4. Too much fiber all at once. Yes, fiber is good for you. But too much of a good thing can have unintended results. If you eat a large meal high in both soluble and insoluble fiber, it could be more than your GI tract can handle, resulting in uncomfortable symptoms.

Do antacids help?

Certain types of antacids may help reduce symptoms in the short term. Unfortunately, like many medications, they don’t alter the root causes — and without that, their benefits may not last very long. Worse, if part of the issue you’re facing relates to acid production — hypochlorhydria — you may unwittingly increase or prolong your troubles by using medications that suppress acid in your stomach.

There are also some significant and concerning problems associated with long-term use of some common antacid medications in the proton pump inhibitor class (think Nexium or Prilosec). They range from deficiencies in important nutrients such as iron, magnesium and vitamin B-12, to bone fragility and osteoporosis, to susceptibility to infections in the GI tract, likely because they suppress the gut’s natural flora.

Using antacids may help for a few hours, but in the long run they generally make things worse. For this reason, we strongly recommend you avoid using such medications over-the-counter for more than occasional heartburn symptoms. Of course, if you are currently taking a prescription medication for heartburn, don’t stop without getting advice from your primary care provider first!

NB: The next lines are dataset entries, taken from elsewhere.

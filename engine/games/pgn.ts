/**
 * PGN read as text (Portable Game Notation Specification, 12 March 1994, section 8): tags, moves as written, comments,
 * glyphs and variations as a tree, with the line of each. Nothing is checked against the board here.
 *
 * An own reader, because the libraries for it in the registry read a hundred to a thousand games a second and drop
 * variations or lines; `tests/bench` prints the rates beside each other.
 */

/** A move as written. */
export interface PgnMove {
  readonly text: string;
  /** Line of the text, from 1. */
  readonly line: number;
  /** Numeric annotation glyphs. */
  readonly nags: readonly number[];
  /** Comments behind the move. */
  readonly comments: readonly string[];
  /** Lines that could be played instead of it. */
  readonly variations: readonly (readonly PgnMove[])[];
}

/** Why a game, or a part of it, could not be read. */
export interface PgnFault {
  readonly code: 'unclosed-comment' | 'unclosed-variation' | 'stray-bracket' | 'too-deep' | 'bad-tag';
  readonly line: number;
  readonly message: string;
}

/** A game as written. */
export interface PgnGame {
  /** From 1, in the order of the text. */
  readonly number: number;
  readonly line: number;
  readonly tags: Readonly<Record<string, string>>;
  /** Comments before the first move. */
  readonly comments: readonly string[];
  readonly moves: readonly PgnMove[];
  readonly result: '1-0' | '0-1' | '1/2-1/2' | '*';
  readonly fault: PgnFault | null;
}

/** Variations inside variations are read so deep. */
const DEPTH_MAX = 40;
const TAG_LENGTH_MAX = 1000;

const TOKEN =
  /\n|\{|;[^\n]*|\[|\(|\)|1-0|0-1|1\/2-1\/2|\*|\$\d+|[!?]{1,2}(?=\s|$|[(){};])|\d+\s*\.+|\.+|[^\s{};()[\]$]+/g;
const TAG = /\[\s*(\w+)\s*"((?:\\.|[^"\\\n])*)"\s*\]/y;
const RESULTS: ReadonlySet<string> = new Set(['1-0', '0-1', '1/2-1/2', '*']);
const GLYPHS: Readonly<Record<string, number>> = { '!': 1, '?': 2, '!!': 3, '??': 4, '!?': 5, '?!': 6 };

/** Bytes of a file as text: UTF-8, else the Latin alphabet of Western Europe that old files are in. */
export function pgnText(bytes: Uint8Array): string {
  try {
    return new TextDecoder('utf-8', { fatal: true }).decode(bytes);
  } catch {
    return new TextDecoder('windows-1252').decode(bytes);
  }
}

interface Building {
  text: string;
  line: number;
  nags: number[];
  comments: string[];
  variations: PgnMove[][];
}

/** The games of a text, one after the other; only one is held at a time. */
export function* pgnGames(text: string): Generator<PgnGame> {
  const clean = text
    .replace(/^\uFEFF/, '')
    .replace(/\r\n?/g, '\n')
    .replaceAll('\0', '');
  const reader = new Reader(clean);
  let number = 0;
  for (let game = reader.next(number + 1); game !== undefined; game = reader.next(number + 1)) {
    number++;
    yield game;
  }
}

class Reader {
  readonly #text: string;
  #at = 0;
  #line = 1;

  constructor(text: string) {
    this.#text = text;
  }

  /** The next game; undefined at the end. */
  next(number: number): PgnGame | undefined {
    const tags: Record<string, string> = {};
    const intro: string[] = [];
    const main: Building[] = [];
    const open: Building[][] = [main];
    let result: PgnGame['result'] = '*';
    let fault: PgnFault | null = null;
    let line = 0;
    const refuse = (code: PgnFault['code'], message: string): void => {
      fault ??= { code, line: this.#line, message };
    };
    for (;;) {
      const start = this.#at;
      const token = this.#token();
      if (token === undefined) break;
      if (token === '[') {
        // Tags behind moves are those of the next game.
        if (main.length > 0 || open.length > 1) {
          this.#at = start;
          break;
        }
        line ||= this.#line;
        if (!this.#tag(start, tags)) refuse('bad-tag', 'A tag is written [Name "value"].');
        continue;
      }
      if (token.startsWith(';') || token === '{') {
        const comment = token === '{' ? this.#comment() : token.slice(1).trim();
        if (comment === undefined) {
          refuse('unclosed-comment', 'A comment that begins with { never ends.');
          break;
        }
        line ||= this.#line;
        const last = open[open.length - 1]!;
        (last[last.length - 1]?.comments ?? intro).push(comment);
        continue;
      }
      line ||= this.#line;
      if (RESULTS.has(token)) {
        result = token as PgnGame['result'];
        if (open.length > 1) refuse('unclosed-variation', 'A variation that begins with ( never ends.');
        break;
      }
      this.#move(token, open, refuse);
    }
    if (line === 0) return undefined;
    if (open.length > 1)
      fault ??= { code: 'unclosed-variation', line: this.#line, message: 'A variation that begins with ( never ends.' };
    return { number, line, tags, comments: intro, moves: main, result, fault };
  }

  /** The next token, lines counted; escaped lines (%) are left out. */
  #token(): string | undefined {
    for (;;) {
      if (this.#text.charAt(this.#at) === '%' && (this.#at === 0 || this.#text.charAt(this.#at - 1) === '\n')) {
        const end = this.#text.indexOf('\n', this.#at);
        this.#at = end < 0 ? this.#text.length : end;
      }
      TOKEN.lastIndex = this.#at;
      const found = TOKEN.exec(this.#text);
      if (!found) return undefined;
      this.#at = TOKEN.lastIndex;
      if (found[0] !== '\n') return found[0];
      this.#line++;
    }
  }

  /** A tag from its bracket on; a bad one is left behind with its line. */
  #tag(start: number, tags: Record<string, string>): boolean {
    const bracket = this.#text.indexOf('[', start);
    TAG.lastIndex = bracket;
    const found = TAG.exec(this.#text);
    if (!found || found[0].length > TAG_LENGTH_MAX) {
      const end = this.#text.indexOf('\n', bracket);
      this.#at = end < 0 ? this.#text.length : end;
      return false;
    }
    this.#at = TAG.lastIndex;
    tags[found[1]!] = found[2]!.replace(/\\(["\\])/g, '$1');
    return true;
  }

  #comment(): string | undefined {
    const end = this.#text.indexOf('}', this.#at);
    if (end < 0) return undefined;
    const comment = this.#text.slice(this.#at, end);
    this.#at = end + 1;
    for (let at = comment.indexOf('\n'); at >= 0; at = comment.indexOf('\n', at + 1)) this.#line++;
    return comment.replace(/\s+/g, ' ').trim();
  }

  #move(token: string, open: Building[][], refuse: (code: PgnFault['code'], message: string) => void): void {
    const current = open[open.length - 1]!;
    const last = current[current.length - 1];
    if (token === '(') {
      if (open.length >= DEPTH_MAX) refuse('too-deep', `Variations are read ${DEPTH_MAX} deep.`);
      if (!last) refuse('stray-bracket', 'A variation stands before the move it could replace.');
      const variation: Building[] = [];
      last?.variations.push(variation);
      open.push(variation);
    } else if (token === ')') {
      if (open.length === 1) refuse('stray-bracket', 'A ) ends no variation.');
      else open.pop();
    } else if (token.startsWith('$')) last?.nags.push(Number(token.slice(1)));
    else if (token in GLYPHS) last?.nags.push(GLYPHS[token]!);
    else if (!/^\d*\s*\.*$/.test(token) && !/^\.+$/.test(token) && !/^(?:e\.?p\.?|ch|mate)$/i.test(token)) {
      const [, move = token, sign = ''] = /^(.*?)([!?]{1,2})?$/.exec(token) ?? [];
      const nags = sign === '' ? [] : [GLYPHS[sign]!];
      current.push({ text: move.replace(/^\d+\.+/, ''), line: this.#line, nags, comments: [], variations: [] });
    }
  }
}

If not antacids, then what?

We always advocate seeking out the root causes of health issues so you can stop them at their source. One way is to identify whether certain foods are triggering GI symptoms by keeping a food/ symptom diary to see if symptoms happen when you eat specific foods. Or you can eliminate a specific food that you know causes trouble for a week or two, and see if your symptoms subside without using antacids. Supporting healthy GI flora with a probiotic and a balanced multivitamin can also help reduce GI symptoms, particularly if you’ve already been using antacids and find them becoming less and less effective.

If you experience symptoms primarily at night, when you’re lying down, it could be a sign that your esophagus has become over-stretched. Try using a wedge pillow that will support your upper body at an angle instead of lying flat, so that any acids that may slosh out of your stomach drain back down into it rather than staying in your esophagus. It can also be helpful to eat earlier — many of those with chronic acid reflux find that an early dinner (5 to 6 PM) results in fewer nighttime symptoms than a later one.

References

El-Omar EM, Oien K, El-Nujumi A, et al. Helicobacter pylori infection and chronic gastric acid hyposecretion. Gastroenterology. 1997;113 (1): 15–24. PMID 9207257. doi:10.1016/S0016-5085(97)70075-1.

Chandrasoma P, Wijetunge S, Ma Y, et al. The dilated distal esophagus: a new entity that is the pathologic basis of early gastroesophageal reflux disease. Am J Surg Pathol 2011;35(12):1873-1881.

Laine L, Nagar A. Long-term PPI use: Balancing potential harms and documented benefits. Am J Gastroenterol 26 April 2016; doi:10.1038/ajg.2016.156

Sheen E, Triada lopoulos G. Adverse effects of long-term proton pump inhibitor therapy. Dig Dis Sci 2011;56:931–950.

Andersen BN, Johansen PB, Abrahamsen B. Proton pump inhibitors and osteoporosis. Curr Opin Rheumatol 2016;28(4):420-425.